| About this task |
Pick every line out of the entries below that holds the string "there", and report them.

[Supplied records — start]

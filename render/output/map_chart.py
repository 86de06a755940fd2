"""The map as a chart that is read at once: colour for what becomes of it, numbers in the cells, words on the regions.

Five colours in one order of lightness, so that a grey copy reads the same; PNG, PDF and SVG.
"""

from __future__ import annotations

from collections.abc import Callable
from pathlib import Path
from typing import Any, Literal

import numpy as np
from matplotlib.axes import Axes
from matplotlib.backends.backend_agg import FigureCanvasAgg
from matplotlib.backends.backend_pdf import FigureCanvasPdf
from matplotlib.backends.backend_svg import FigureCanvasSVG
from matplotlib.collections import LineCollection, PolyCollection
from matplotlib.figure import Figure
from matplotlib.lines import Line2D
from matplotlib.patches import Rectangle
from numpy.typing import NDArray

from render.decide.map import Map, Outcome, same_slots
from render.decide.map_words import amount_words, own_row, runs
from render.decide.values import Axis
from render.files import whole_file
from render.output.ink import font, wrap_text
from render.output.words import CAUTION, Units

WIDTH, MARGIN = 11.69, 0.62  # A4 across, inches
TITLE, SWATCHES, PANEL_FOOT, FOOT = 1.26, 0.50, 0.66, 0.84
ROW, ROW_MOST, GRID_LEAST = 0.40, 4.6, 2.4
DPI = 160
INK, QUIET, RULE = "#11151a", "#5a6570", "#c9d0d6"
GROUND_LINE: dict[str, Any] = {"color": "#d55e00", "linewidth": 1.8}
CASING: dict[str, Any] = {"color": "white", "linewidth": 3.4}
TICK_PT = 3.2  # marks on the side of the ground's line where the flight meets the ground
MARK = "#f0e442"
MEASURE = 10.0  # texts are measured this much larger than they are set, since fonts are measured in whole pixels

# Okabe and Ito's hues, from light to dark: what is well is light, what is too late is black
FILL = {
    Outcome.CLEARS: "#ffffff", Outcome.ALL_IN_TIME: "#c4e8dc", Outcome.LIKELY_IN_TIME: "#56b4e9",
    Outcome.EARLY_IN_TIME: "#e06a00", Outcome.TOO_LATE: "#16181c", Outcome.UNKNOWN: "#e4e4e4",
}
TEXT = {
    Outcome.CLEARS: "#7b8791", Outcome.ALL_IN_TIME: INK, Outcome.LIKELY_IN_TIME: INK, Outcome.EARLY_IN_TIME: "white",
    Outcome.TOO_LATE: "white", Outcome.UNKNOWN: QUIET,
}
LEGEND = {
    Outcome.TOO_LATE: "too late for all,\neven the early one",
    Outcome.EARLY_IN_TIME: "in time for the early\nobserver alone",
    Outcome.LIKELY_IN_TIME: "in time for the early\nand the likely one",
    Outcome.ALL_IN_TIME: "in time for all,\neven the late one",
    Outcome.CLEARS: "clears the floor\nby itself",
    Outcome.UNKNOWN: "can't be flown",
}
REGION = {
    Outcome.TOO_LATE: "TOO LATE, EVEN FOR THE EARLY OBSERVER", Outcome.EARLY_IN_TIME: "EARLY OBSERVER ALONE IN TIME",
    Outcome.LIKELY_IN_TIME: "EARLY AND LIKELY IN TIME", Outcome.ALL_IN_TIME: "ALL IN TIME",
    Outcome.CLEARS: "CLEARS BY ITSELF", Outcome.UNKNOWN: "CAN'T BE FLOWN",
}
SHORT_REGION = {Outcome.TOO_LATE: "TOO LATE", Outcome.EARLY_IN_TIME: "EARLY ALONE", Outcome.CLEARS: "CLEARS"}
HEAD = {
    Outcome.CLEARS: "it clears by itself", Outcome.ALL_IN_TIME: "all in time",
    Outcome.LIKELY_IN_TIME: "likely observer in time", Outcome.EARLY_IN_TIME: "early observer alone in time",
    Outcome.TOO_LATE: "too late for everyone",
    Outcome.UNKNOWN: "can't be flown",
}


def map_figure(found: Map) -> Figure:
    """The chart as a figure, one panel for each group of slots that fare alike."""
    groups = same_slots(found)
    grid_height = min(max(ROW * len(found.y.values), GRID_LEAST), ROW_MOST)
    panel = 0.34 + grid_height + PANEL_FOOT
    height = TITLE + SWATCHES + len(groups) * panel + FOOT
    figure = Figure(figsize=(WIDTH, height), dpi=DPI, facecolor="white")
    page = _Page(figure, height)
    below = page.say(MARGIN, 0.30, headline(found, groups[0]), 15.0, weight="bold", lines=2)
    page.say(MARGIN, below + 0.06, found.scene.title, 9.0, colour=QUIET)
    _legend(page, found, TITLE - 0.06)
    for n, group in enumerate(groups):
        top = TITLE + SWATCHES + n * panel
        names = " and ".join(found.cases.names[k] for k in group)
        page.say(MARGIN, top, f"{names[:1].upper()}{names[1:]}", 10.0, weight="bold")
        box = (MARGIN + 0.55, top + 0.30, WIDTH - 2 * MARGIN - 0.55, grid_height)
        _panel(page.axes(*box), found, group[0], box[2], grid_height)
    bottom = height - FOOT
    numbered = _number_size(*_cell(found, WIDTH - 2 * MARGIN - 0.55, grid_height)) > 0.0
    page.say(MARGIN, bottom, reading(found, numbers=numbered), 7.6, colour=QUIET)
    page.say(MARGIN, height - 0.30, CAUTION, 8.4, weight="bold")
    return figure


class _Page:
    """A figure addressed in inches from its top left corner."""

    def __init__(self, figure: Figure, height: float) -> None:
        self.figure, self.height = figure, height

    def say(self, x: float, y: float, text: str, size: float, *, weight: str = "normal", colour: str = INK,
            lines: int = 99) -> float:
        """Write text from its top at y, broken at the right margin, smaller if it would take more lines; y below it."""
        most = lines
        while True:
            face = font(size * MEASURE, bold=weight == "bold")
            broken = wrap_text(text, face, (WIDTH - MARGIN - x) * 72.0 * MEASURE)
            if len(broken) <= most or size < 8.0:
                break
            size -= 0.5
        self.figure.text(x / WIDTH, 1.0 - y / self.height, "\n".join(broken), fontsize=size, weight=weight,
                         color=colour, va="top", linespacing=1.25)
        return y + len(broken) * size * 1.32 / 72.0

    def axes(self, x: float, y: float, width: float, height: float) -> Axes:
        """Axes with their top left corner at x, y."""
        return self.figure.add_axes((x / WIDTH, 1.0 - (y + height) / self.height, width / WIDTH, height / self.height))


def headline(found: Map, group: tuple[int, ...]) -> str:
    """What an instructor is to take away: the row of the scene's own amount, in a few words, the worst first."""
    j = own_row(found)
    parts = runs(found.outcome[:, j, group[0]])
    start = "Frozen" if found.y.path == "fault.fraction" and found.y.values[j] == 0.0 else amount_words(found.y, j)
    if len(parts) > 4:
        count = int(np.count_nonzero(found.outcome[:, j, group[0]] == Outcome.TOO_LATE))
        return f"{start}: {count} of {len(found.x.values)} points are too late for everyone"
    told = []
    for outcome, first, last in sorted(parts, key=lambda run: (run[0] == Outcome.CLEARS, -run[0])):
        low, high = found.x.text(first), found.x.text(last)
        if len(parts) == 1:
            where = f"anywhere from {_bare(low, found.x)} to {high}"
        elif first == last:
            where = f"at {low}"
        elif last == len(found.x.values) - 1:
            where = f"from {low} on"
        else:
            where = f"from {_bare(low, found.x)} to {high}"
        told.append(f"{where}: {HEAD[outcome]}")
    return f"{start} {'; '.join(told)}" if start == "Frozen" else f"{start}, {'; '.join(told)}"


def _bare(text: str, axis: Axis) -> str:
    return text.removesuffix(axis.unit).rstrip()


def reading(found: Map, *, numbers: bool = True) -> str:
    """How to read the numbers, and what they rest on. numbers: whether there are any, or the cells are too small."""
    units = Units(found.scene.film.units)
    how = (
        "Numbers: seconds the likely observer has in hand when his hand moves, minus where it is too late; small grey "
        f"ones: how far the flight clears the floor by itself, {units.length_unit}. "
        if numbers else "Too many cells for numbers here; they are in map.csv. "
    )
    return (
        f"{how}Floor {units.length(found.scene.floor_m)} above the ground, as the scene asks. Early, likely and late "
        "are three observers: a range, not a forecast of one pilot."
    )


def _legend(page: _Page, found: Map, y: float) -> None:
    """Swatches from worst to best, those that are on the map in ink, the others quiet; then the ground's line."""
    shown = [o for o in LEGEND if o != Outcome.UNKNOWN or np.any(found.outcome == o)]
    step = (WIDTH - 2 * MARGIN) / (len(shown) + 1)

    def entry(i: int, text: str, there: bool) -> float:
        x = MARGIN + i * step
        page.figure.text((x + 0.40) / WIDTH, 1.0 - (y + 0.16) / page.height, text, fontsize=7.4,
                         color=INK if there else "#9aa4ad", va="center", linespacing=1.15)
        return x

    for i, outcome in enumerate(shown):
        there = bool(np.any(found.outcome == outcome))
        x = entry(i, LEGEND[outcome], there)
        page.figure.add_artist(Rectangle(
            (x / WIDTH, 1.0 - (y + 0.30) / page.height), 0.33 / WIDTH, 0.28 / page.height, facecolor=FILL[outcome],
            edgecolor=QUIET, linewidth=0.8, alpha=1.0 if there else 0.35, transform=page.figure.transFigure,
        ))
    met = bool(np.any(np.isfinite(found.cases.contact_s)))
    x = entry(len(shown), "on the toothed side it meets\nthe ground if nobody acts", met)
    line, tooth = 1.0 - (y + 0.12) / page.height, TICK_PT / 72.0 / page.height
    marks = [((x, x + 0.33), (line, line))] + [((x + s, x + s), (line, line - tooth)) for s in (0.055, 0.165, 0.275)]
    for (x0, x1), (y0, y1) in marks:
        page.figure.add_artist(Line2D([x0 / WIDTH, x1 / WIDTH], [y0, y1], alpha=1.0 if met else 0.35,
                                      solid_capstyle="butt", **GROUND_LINE))


def _cell(found: Map, width: float, height: float) -> tuple[float, float]:
    """Width and height of a cell, points, of a grid so many inches wide and high."""
    nx, ny = found.shape
    return 72.0 * width / nx, 72.0 * height / ny


def _number_size(cell_w: float, cell_h: float) -> float:
    """Size of the numbers in cells, points; 0 where they are too small for any."""
    size = min(7.6, 0.27 * cell_w, 0.42 * cell_h)
    return size if size >= 3.0 else 0.0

[Supplied records — finish]

| Task answer |
    """How to read the numbers, and what they rest on. numbers: whether there are any, or the cells are too small."""
    def entry(i: int, text: str, there: bool) -> float:
                         color=INK if there else "#9aa4ad", va="center", linespacing=1.15)
        there = bool(np.any(found.outcome == outcome))
        x = entry(i, LEGEND[outcome], there)
            edgecolor=QUIET, linewidth=0.8, alpha=1.0 if there else 0.35, transform=page.figure.transFigure,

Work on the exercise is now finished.